Friday, September 1, 2006

Southern patchwork

On our recent visit to the Georgia Aquarium, on our way out of the building we noticed the Centennial Park right across the street. Since we had never been there (and since we had already paid our $10 to park) we decided to check it out. This was one of the areas used in the Atlanta Olympics in 1996, which was made into a nice green space for downtown Atlanta.

The area for the park began as an inner city patchwork of cracked-asphalt parking lots that doubled or tripled rates when conventions came to town. A room-for-a-week hotel, with yellowed curtains. Broken glass, from drunks' discarded bottles and the smashed windows of cars thoughtlessly parked on side streets. From this, a 21-acre center-city neighborhood was reduced to red dirt and reincarnated as the $60 million Centennial Olympic Park. (From a news article on the building of the park.)


Centennial Olympic Park is built on a quilt theme.








Pathways of commemorative brick paving stones (800,000 in all) stitch together the park’s landscape quilt pieces. Pedestrians can follow the Southern patchwork quilt design of the plaza surrounding the Olympic ring fountain.

Along the east border are the Quilt Plazas, five quilt "patches" of masonry, fountains, and gardens, of contrasting bricks that tell the story of the Centennial Olympic Games.


One of the quilts is titled the Quilt of Remembrance, it pays respect to the bombing victims and contains colored marble from five continents.

Finding the park was a pleasant surprise, uncrowded on this Sunday morning. Finding the quilt theme was another surprise. Who would have thought that traditional patchwork quilt designs would be incorporated into this park, this space of international acclaim. What do the Olympics have in common with a Southern patchwork quilt? Is it the piecing together of all different shapes and colors to be joined together into one common goal, finding those special pieces of each color and texture that will stand out on their own and also work together to accomplish the final project?

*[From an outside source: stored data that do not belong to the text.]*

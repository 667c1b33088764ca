"""``reportgen init DIR``: a new project folder with a commented manifest, seeded example data and a README.

The example is invented (a water board's monthly figures, simulated with a fixed seed) so that
``reportgen check`` and ``reportgen run`` work at once and the manifest shows every section.
"""

from __future__ import annotations

import os
from pathlib import Path

import numpy as np

from reportgen.errors import InitTargetError, Location

#: The seed of the example data; the same folder is created every time.
EXAMPLE_SEED = 20261202

MANIFEST = """\
# A reportgen manifest. Paths are relative to this file's folder.
# Check it without running the statistics:  reportgen check manifest.yaml
# Run it:                                   reportgen run manifest.yaml --out out
# Editors can validate it against:          reportgen schema > manifest.schema.json
reportgen: 1

project:
  title: "Tarrow Valley Water Board: demand regressions"   # shown on the cover
  client: "Tarrow Valley Water Board"
  author: "Your name"
  reference: "TVWB-0001"
  # branding:                      # a firm's look (see the README, "Branding")
  #   templates: brand             # folder of templates replacing reportgen's (colours.css, partials/...)
  #   firm: "Your firm"
  #   logo: brand/logo.png         # PNG, JPEG or plain SVG
  #   disclaimer: "Added after the standard cautions, never instead of them."
  # sign_off:                      # a sign-off table on the cover; "not yet reviewed" until reviewed
  #   prepared_on: 2026-01-15      # ISO dates, YYYY-MM-DD
  #   reviewed_by: "Reviewer's name"
  #   reviewed_on: 2026-01-22

datasets:
  board:
    path: data/board_monthly.csv   # CSV, Parquet (.parquet) or Excel (.xlsx, with sheet: and range:)
    index: month                   # the date column: 2011, 2011Q1, 2011-03 or 2011-03-14
    # frequency: monthly           # inferred from the dates unless declared
    # missing: error               # or drop-leading-trailing, or interpolate
    # convert: {to: quarterly, how: mean}

series:
  demand:
    dataset: board
    column: water_demand_ml
    transform: [log]               # log, diff, log-diff, growth, seasonal-diff, lag; e.g. [log, {lag: 1}]
    label: "Water demand (log megalitres)"
  tariff:
    dataset: board
    column: tariff_index
    transform: [log]
    label: "Tariff index (log)"
  rainfall:
    dataset: board
    column: rainfall_mm
    label: "Rainfall (mm)"

regressions:
  demand_on_tariff:
    formula: "demand ~ tariff"     # a constant is always included
    label: "Demand on the tariff"
  demand_on_rainfall:
    formula: "demand ~ rainfall"
    sample: {start: "2012-01"}     # an optional window, inclusive

settings:
  significance: 0.05               # 0.01, 0.05 or 0.1
  max_order: 2                     # the highest order of integration tested
  lag_criterion: aic               # aic, bic or t-stat
  deterministic: auto              # auto, constant or constant-trend
  seed: 20261202                   # every simulation (fan charts) is seeded from it
"""

README = """\
# {name}

A reportgen project.

- `manifest.yaml` declares the data, the series and the candidate regressions (comments explain each key).
- `data/board_monthly.csv` is invented example data (seed {seed}); replace it with your own.

    reportgen check manifest.yaml          # validate the manifest and the data, no statistics
    reportgen run manifest.yaml --out out  # write out/results.json, out/dossier.html and out/dossier.pdf
    reportgen explain                      # the error codes and what each means
"""


def example_data(periods: int = 180) -> str:
    """The example CSV: monthly from 2010-01, a demand that follows the tariff (cointegrated) and a rainfall noise."""
    rng = np.random.default_rng(EXAMPLE_SEED)
    tariff = 100.0 * np.exp(np.cumsum(0.004 + 0.01 * rng.standard_normal(periods)))
    error = np.zeros(periods)
    for period in range(1, periods):
        error[period] = 0.6 * error[period - 1] + 0.02 * rng.standard_normal()
    demand = np.exp(9.0 - 0.4 * np.log(tariff) + error)
    rainfall = np.clip(60 + 25 * rng.standard_normal(periods), 0, None)
    rows = [f"{2010 + i // 12}-{i % 12 + 1:02d},{demand[i]:.2f},{tariff[i]:.3f},{rainfall[i]:.1f}"
            for i in range(periods)]
    return "month,water_demand_ml,tariff_index,rainfall_mm\n" + "\n".join(rows) + "\n"


def init_project(folder: Path | str) -> tuple[Path, ...]:
    """Create a project in ``folder`` (new or empty); return the files written.

    Raises
    ------
    InitTargetError
        When ``folder`` is a file or a folder that already holds files (nothing is overwritten).
    """
    target = Path(folder)
    if target.exists() and (not target.is_dir() or any(target.iterdir())):
        raise InitTargetError(location=Location(target), path=target,
                              what="a file" if not target.is_dir() else "a folder that already holds files")
    files = {
        target / "manifest.yaml": MANIFEST,
        target / "data" / "board_monthly.csv": example_data(),
        target / "README.md": README.format(name=target.resolve().name, seed=EXAMPLE_SEED),
    }
    for path, text in files.items():
        path.parent.mkdir(parents=True, exist_ok=True)
        temporary = path.with_name(f".{path.name}.{os.getpid()}.partial")
        temporary.write_text(text, encoding="utf-8", newline="\n")
        os.replace(temporary, path)
    return tuple(files)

Well, all the designers and craftsmen definitely came together on this project, with the end result a beautiful peaceful space among the skyscrapers of downtown Atlanta.

Centennial Park

4 comments:

Motherkitty said...

Lovely. I remember the bombing at the park in 1996. These pictures of the same area are fantastic and look like the spaces were well-thought-out during the design phase. What a pleasant surprise. I also love the quilt theme. Do the fountains spray or are there just reflection pools?

If we ever get to Atlanta, I would love to visit this area. Glad it's now some place for everyone to enjoy rather than a derelict, run-down trash pile.

Abandoned in Pasadena said...

I've been to Atlanta several times, but I don't think I remember seeing this park...I know I would have remembered it. It's beautiful.

colleen said...

Nice tour. It reminds me of when we came across the John Denver park when we were in Aspen for a wedding last fall and what a find that was!

John Cowart said...

I'd never heard of this before. Thanks. The park theme certainly fits in with your Patchwork Reflections.